Elementary Transformations

Q.

$A=\left[\begin{array}{ccc}1& 5& 2\\ 3& 1& 4\\ 2& 2& 3\end{array}\right]$ .The following elementary transformations are applied on the matrix A in the given order. What will be the resultant matrix?

1. $R_2$ $\to$ $R_2$ – $R_3$
2. $R_1$ $\to$ $R_1–R_2$
3. $R_3$ $\to$ $R_3–2R_2$

1. $\left[\begin{array}{ccc}0& 6& 1\\ 2& -1& 2\\ 0& -4& 1\end{array}\right]$

2. $\left[\begin{array}{ccc}0& 6& 2\\ 2& 1& 1\\ 0& -4& 1\end{array}\right]$

3. $\left[\begin{array}{ccc}0& 6& 2\\ 1& 1& 1\\ 0& -4& 1\end{array}\right]$

4. $\left[\begin{array}{ccc}0& 6& 1\\ 1& -1& 1\\ 0& 4& 1\end{array}\right]$

Q.

A matrix resulted from elementary row and column transformation is not equivalent to the original matrix as it happens for just row or just column transformations. Given Equivalent means the matrices can be transformed into one another by a combination of elementary row and column operations.

1. True

2. False

Q.

Which of the following can be treated as an Elementary Row transformation.

1. Row 1 → Row 1 + Row 3

2. Row 2 → Row 2 + 2 Row 1

3. Row 2 → Row 2 + 2 Row 2

4. Row 3 → Row 3 - Row 3

Q.

The following matrix can be converted to a Identity matrix using elementary row transformations $\left[\begin{array}{ccc}1& 2& 2\\ 2& 5& 5\\ -1& 1& 1\end{array}\right]$

1. True

2. False

Q.

Multiplying every element of a row of a given matrix by an integer is an elementary transformation.

1. True

2. False

Q. Suppose $A$ is any $3\times 3$ non-singular matrix and $(A-3I)(A-5I)=O$, where $I=I_3$ and $O=O_3$. If $\alpha A+\beta A^{-1}=4I$, then $\alpha +\beta$ is equal to :

1. $13$
2. $7$
3. $12$
4. $8$

Q. covert it into an upper triangular matrix
Convert $\left[\begin{array}{c}1\\ 2\end{array}\begin{array}{c}-1\\ 3\end{array}\right]$ into an identity matrix by suitable row transformations.

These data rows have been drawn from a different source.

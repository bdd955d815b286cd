import { HttpEventType, provideHttpClient } from '@angular/common/http';
import { HttpTestingController, provideHttpClientTesting, type TestRequest } from '@angular/common/http/testing';
import { HarnessLoader } from '@angular/cdk/testing';
import { TestbedHarnessEnvironment } from '@angular/cdk/testing/testbed';
import { ComponentFixture, TestBed } from '@angular/core/testing';
import { MatButtonHarness } from '@angular/material/button/testing';
import { MatFormFieldHarness } from '@angular/material/form-field/testing';
import { MatInputHarness } from '@angular/material/input/testing';
import { MatProgressBarHarness } from '@angular/material/progress-bar/testing';
import { MatSelectHarness } from '@angular/material/select/testing';
import { By } from '@angular/platform-browser';
import { provideRouter } from '@angular/router';
import type { PlanSummary } from '@tunnelwright/contracts';
import { DateTime } from 'luxon';
import { AttachmentPicker } from './attachment-picker';
import { BookingRequestPage } from './booking-request-page';

const tunnelId = '3f1c2b4a-5d6e-4f70-8a9b-0c1d2e3f4a5b';

const planId = '6a7b8c9d-0e1f-4a2b-8c3d-4e5f6a7b8c9d';
const bookingId = '9e8d7c6b-5a4f-4e3d-8c2b-1a0f9e8d7c6b';
const savedPlan = { id: planId, name: 'Trailer with cycle rack', bookingId: null } as PlanSummary;

async function open(options: { planId?: string; plans?: PlanSummary[]; planHours?: number } = {}): Promise<{ fixture: ComponentFixture<BookingRequestPage>; loader: HarnessLoader; backend: HttpTestingController }> {
  TestBed.configureTestingModule({
    imports: [BookingRequestPage],
    providers: [provideHttpClient(), provideHttpClientTesting(), provideRouter([{ path: 'bookings', children: [] }])],
  });
  const fixture = TestBed.createComponent(BookingRequestPage);
  if (options.planId) fixture.componentRef.setInput('planId', options.planId);
  fixture.detectChanges();
  const backend = TestBed.inject(HttpTestingController);
  backend.expectOne('/api/tunnels').flush([{ id: tunnelId, name: 'Low-speed circuit' }]);
  backend.expectOne('/api/services').flush([]);
  backend.expectOne('/api/bookings/settings').flush({ holdHours: 48, lateCancellationDays: 7, lateCancellationPercent: 50, timeZone: 'Europe/London' });
  backend.expectOne('/api/plans').flush({ items: options.plans ?? [], caution: 'Estimates only.' });
  if (options.planId) {
    // The plan named in the address is opened at once; the page is stable only once it has answered.
    const plan = options.plans?.find((candidate) => candidate.id === options.planId);
    backend.expectOne(`/api/plans/${options.planId}`).flush({ ...plan, evaluation: { duration: { hours: options.planHours ?? 1 } }, caution: 'Planner estimates are not design values.' });
  }
  await fixture.whenStable();
  return { fixture, loader: TestbedHarnessEnvironment.loader(fixture), backend };
}

/** Waits for the page to ask for the tunnel's week of occupancy, and returns that request unanswered. */
async function occupancyRequest(backend: HttpTestingController): Promise<TestRequest> {
  let pending = backend.match((request) => request.url === `/api/tunnels/${tunnelId}/occupancy`);
  while (pending.length === 0) {
    await new Promise((done) => setTimeout(done, 20));
    pending = backend.match((request) => request.url === `/api/tunnels/${tunnelId}/occupancy`);
  }
  return pending[0]!;
}

/** Chooses the tunnel and answers the week's occupancy request the choice starts; returns that request's range. */
async function chooseTunnel(loader: HarnessLoader, backend: HttpTestingController, slots: (from: string) => unknown[] = () => []): Promise<void> {
  const tunnel = await (await loader.getHarness(MatFormFieldHarness.with({ floatingLabelText: /^Tunnel/ }))).getControl(MatSelectHarness);
  await tunnel?.open();
  // The harness waits for the page to settle, which includes the week's pending occupancy request.
  const choosing = tunnel?.clickOptions({ text: 'Low-speed circuit' });
  const week = await occupancyRequest(backend);
  const from = week.request.params.get('from') ?? '';
  week.flush({ tunnelId, timeZone: 'Europe/London', from, to: from, slots: slots(from) });
  await choosing;
}

/** Moves the tunnel's week on by one and answers the occupancy request that starts, with nothing booked. */
async function nextWeek(loader: HarnessLoader, backend: HttpTestingController): Promise<void> {
  const moving = (await loader.getHarness(MatButtonHarness.with({ selector: '[aria-label="Next week"]' }))).click();
  const week = await occupancyRequest(backend);
  const from = week.request.params.get('from') ?? '';
  week.flush({ tunnelId, timeZone: 'Europe/London', from, to: from, slots: [] });
  await moving;
}

/** Next Monday at `time` as a `datetime-local` value in the lab's zone. */
const nextMondayAt = (days: number, time: string) => `${DateTime.now().setZone('Europe/London').startOf('week').plus({ weeks: 1, days }).toFormat('yyyy-LL-dd')}T${time}`;

const field = (loader: HarnessLoader, label: RegExp) => loader.getHarness(MatFormFieldHarness.with({ floatingLabelText: label }));
const input = async (loader: HarnessLoader, label: RegExp) => (await (await field(loader, label)).getControl(MatInputHarness)) as MatInputHarness;
/** Names the one article and bases its coefficients on the frontal area. */
async function nameArticle(loader: HarnessLoader, name: string): Promise<void> {
  await (await input(loader, /^Article name/)).setValue(name);
  const kind = await (await field(loader, /^Coefficients based on/)).getControl(MatSelectHarness);
  await kind?.open();
  await kind?.clickOptions({ text: 'Frontal area' });
}
/** Types the period into the Start and End fields, as `datetime-local` values. */
async function setPeriod(loader: HarnessLoader, start: string, end: string): Promise<void> {
  await (await input(loader, /^Start/)).setValue(start);
  await (await input(loader, /^End/)).setValue(end);
}
const send = async (loader: HarnessLoader) => (await loader.getHarness(MatButtonHarness.with({ text: 'Send request' }))).click();

describe('BookingRequestPage', () => {
  it('explains every missing field and sends nothing', async () => {
    const { loader, backend } = await open();
    await send(loader);
    expect(await (await field(loader, /^Tunnel/)).getTextErrors()).toEqual(['Choose a tunnel']);
    expect(await (await field(loader, /^Start/)).getTextErrors()).toEqual(['Choose when the test starts']);
    expect(await (await field(loader, /^Article name/)).getTextErrors()).toEqual(['Name the article']);
    expect(await (await field(loader, /^Coefficients based on/)).getTextErrors()).toEqual(['Choose the reference area']);
    backend.expectNone('/api/bookings');
  });

  it('refuses a period that ends before it starts and speeds that are not numbers', async () => {
    const { fixture, loader, backend } = await open();
    await (await input(loader, /^Start/)).setValue('2030-10-05T17:00');
    await (await input(loader, /^End/)).setValue('2030-10-05T09:00');
    await (await input(loader, /^Speeds/)).setValue('20, fast');
    await send(loader);
    const text = (fixture.nativeElement as HTMLElement).textContent ?? '';
    expect(text).toContain('The end must be after the start.');
    expect(await (await field(loader, /^Speeds/)).getTextErrors()).toEqual(['List speeds in m/s above zero, separated by commas']);
    backend.expectNone('/api/bookings');
  });

  it('shows the chosen tunnel’s busy times, then sends the period as lab wall time with its offset, and the test plan', async () => {
    const { fixture, loader, backend } = await open();
    await chooseTunnel(loader, backend, (from) => {
      const monday = new Date(Date.parse(from) + 10 * 3_600_000).toISOString();
      const mondayEnd = new Date(Date.parse(monday) + 2 * 3_600_000).toISOString();
      return [{ status: 'busy', period: { start: monday, end: mondayEnd, hours: 2 } }];
    });
    await fixture.whenStable();
    expect((fixture.nativeElement as HTMLElement).querySelector('tw-calendar-grid')?.textContent).toContain('Busy');
    await setPeriod(loader, '2030-10-07T09:00', '2030-10-07T17:00');
    await nameArticle(loader, 'Hatchback model, 1:4');
    await (await input(loader, /^Speeds/)).setValue('20, 30 40');
    await (await input(loader, /^Yaw from/)).setValue('-10');
    await (await input(loader, /^Yaw to/)).setValue('10');
    await (await input(loader, /^Configurations/)).setValue('Baseline\nSpoiler fitted');
    await send(loader);
    const request = backend.expectOne('/api/bookings');
    expect(request.request.body).toMatchObject({
      tunnelId,
      serviceId: null,
      start: '2030-10-07T09:00:00+01:00',
      end: '2030-10-07T17:00:00+01:00',
      articles: [{ name: 'Hatchback model, 1:4', referenceAreaKind: 'frontal' }],
      testPlan: { speeds: [20, 30, 40], yawRange: { from: -10, to: 10 }, configurations: [{ label: 'Baseline' }, { label: 'Spoiler fitted' }] },
    });
  }, 20_000);

  it('takes a saved plan from the address, sets the end from its tunnel hours and sends the plan', async () => {
    const { fixture, loader, backend } = await open({ planId, plans: [savedPlan], planHours: 3.5 });
    const plan = await (await field(loader, /^Saved test plan/)).getControl(MatSelectHarness);
    expect(await plan?.getValueText()).toBe('Trailer with cycle rack');
    expect((fixture.nativeElement as HTMLElement).querySelector('[data-testid="plan-duration"]')?.textContent).toContain('estimates 3.5 h of tunnel time');
    expect((fixture.nativeElement as HTMLElement).textContent).toContain('Planner estimates are not design values.');
    await (await input(loader, /^Start/)).setValue('2030-10-07T09:00');
    expect(await (await input(loader, /^End/)).getValue()).toBe('2030-10-07T12:30');
    await chooseTunnel(loader, backend);
    await nameArticle(loader, 'Trailer, 1:5');
    await send(loader);
    expect(backend.expectOne('/api/bookings').request.body).toMatchObject({ planId, start: '2030-10-07T09:00:00+01:00', end: '2030-10-07T12:30:00+01:00' });
  }, 20_000);

  it('says when there are no saved plans to attach', async () => {
    const { fixture, loader } = await open();
    expect((fixture.nativeElement as HTMLElement).textContent).toContain('You have no saved plans yet.');
    expect(await loader.getAllHarnesses(MatFormFieldHarness.with({ floatingLabelText: /^Saved test plan/ }))).toEqual([]);
  });

  it('leaves out files the lab would refuse, then sends each chosen file with its own progress after the request', async () => {
    const { fixture, loader, backend } = await open();
    const picker = fixture.debugElement.query(By.directive(AttachmentPicker));
    picker.triggerEventHandler('added', [new File(['notes'], 'notes.docx'), new File([new Uint8Array(64)], 'side-view.png', { type: 'image/png' })]);
    await fixture.whenStable();
    const text = () => (fixture.nativeElement as HTMLElement).textContent ?? '';
    expect(text()).toContain('notes.docx: only PDF, PNG, JPEG, DWG and DXF files are accepted.');
    expect(text()).toContain('side-view.png');
    expect(await loader.getAllHarnesses(MatButtonHarness.with({ selector: '[aria-label="Remove notes.docx"]' }))).toEqual([]);

    await chooseTunnel(loader, backend);
    await setPeriod(loader, '2030-10-07T09:00', '2030-10-07T17:00');
    await nameArticle(loader, 'Trailer, 1:5');
    await send(loader);
    backend.expectOne('/api/bookings').flush({ id: bookingId, tunnelName: 'Low-speed circuit' });
    const upload = backend.expectOne(`/api/bookings/${bookingId}/attachments`);
    expect((upload.request.body as FormData).getAll('files').map((file) => (file as File).name)).toEqual(['side-view.png']);
    upload.event({ type: HttpEventType.UploadProgress, loaded: 32, total: 64 });
    const progress = await loader.getHarness(MatProgressBarHarness.with({ selector: '[aria-label="Sending side-view.png"]' }));
    expect(await progress.getValue()).toBe(50);
    upload.flush([{ id: '1f2e3d4c-5b6a-4978-8a9b-0c1d2e3f4a5b', filename: 'side-view.png', contentType: 'image/png', sizeBytes: 64, sha256: 'ab', createdAt: '2030-10-01T08:00:00Z' }]);
    await fixture.whenStable();
    expect(await progress.getValue()).toBe(100);
    expect(text()).toContain('Attached');
  }, 20_000);

  it('keeps the request and offers to send again a file that could not be attached', async () => {
    const { fixture, loader, backend } = await open();
    fixture.debugElement.query(By.directive(AttachmentPicker)).triggerEventHandler('added', [new File([new Uint8Array(8)], 'frame.pdf')]);
    await chooseTunnel(loader, backend);
    await setPeriod(loader, '2030-10-07T09:00', '2030-10-07T17:00');
    await nameArticle(loader, 'Trailer, 1:5');
    await send(loader);
    backend.expectOne('/api/bookings').flush({ id: bookingId, tunnelName: 'Low-speed circuit' });
    backend.expectOne(`/api/bookings/${bookingId}/attachments`).flush({ title: 'Invalid request', detail: 'frame.pdf is not a valid .pdf file' }, { status: 400, statusText: 'Bad Request' });
    await fixture.whenStable();
    expect((fixture.nativeElement as HTMLElement).textContent).toContain('The request was sent, but one file could not be attached.');
    await (await loader.getHarness(MatButtonHarness.with({ text: 'Try again' }))).click();
    backend.expectOne(`/api/bookings/${bookingId}/attachments`);
    backend.expectNone('/api/bookings');
  }, 20_000);

  it('makes a free stretch chosen on the tunnel’s week the period, in lab wall time', async () => {
    const { fixture, loader, backend } = await open();
    await chooseTunnel(loader, backend);
    await nextWeek(loader, backend);
    const monday = (fixture.nativeElement as HTMLElement).querySelector<HTMLButtonElement>('tw-calendar-grid button.free-slot');
    expect(monday?.textContent?.trim()).toBe('Free all day');
    monday?.click();
    await fixture.whenStable();
    expect(await (await input(loader, /^Start/)).getValue()).toBe(nextMondayAt(0, '00:00'));
    expect(await (await input(loader, /^End/)).getValue()).toBe(nextMondayAt(1, '00:00'));
    expect((fixture.nativeElement as HTMLElement).querySelector('[data-testid="slot-note"]')?.textContent).toContain('Period set to Mon');
  }, 20_000);

  it('with a saved plan, takes the start from the chosen free stretch and the end from the plan’s hours', async () => {
    const { fixture, loader, backend } = await open({ planId, plans: [savedPlan], planHours: 3 });
    await chooseTunnel(loader, backend);
    await nextWeek(loader, backend);
    (fixture.nativeElement as HTMLElement).querySelectorAll<HTMLButtonElement>('tw-calendar-grid button.free-slot')[2]?.click();
    await fixture.whenStable();
    expect(await (await input(loader, /^Start/)).getValue()).toBe(nextMondayAt(2, '00:00'));
    expect(await (await input(loader, /^End/)).getValue()).toBe(nextMondayAt(2, '03:00'));
    expect((fixture.nativeElement as HTMLElement).querySelector('[data-testid="slot-note"]')?.textContent).toContain('the end follows the plan’s 3 h');
  }, 20_000);
});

Q. $A=\left[\begin{array}{ccc}2& 2& 1\\ 0& 1& 4\\ 0& 2& 6\end{array}\right]$, $B=\left[\begin{array}{ccc}2& 2& 1\\ 0& 1& 4\\ 0& 0& 1\end{array}\right]$

1. $R_3\to R_3-3R_1$, $R_3\to R_2-R_1$
2. $R_3\to R_1-2R_2$, $R_3\to (R_3\times -2)$
3. $R_2\to R_2-2R_2$, $R_3\to (R_3÷2)$
4. $R_3\to R_3-2R_2$, $R_3\to (R_3÷-2)$

Q. Apply the given elementary transformation of the following matrix.
Transform $\left[\begin{array}{ccc}1& -1& 2\\ 2& 1& 3\\ 3& 2& 4\end{array}\right]$ into an upper triangular matrix by suitable column transformations.

Q. Convert $\left[\begin{array}{cc}1& -1\\ 2& 3\end{array}\right]$ into on identity matrix by suitable raw transformation.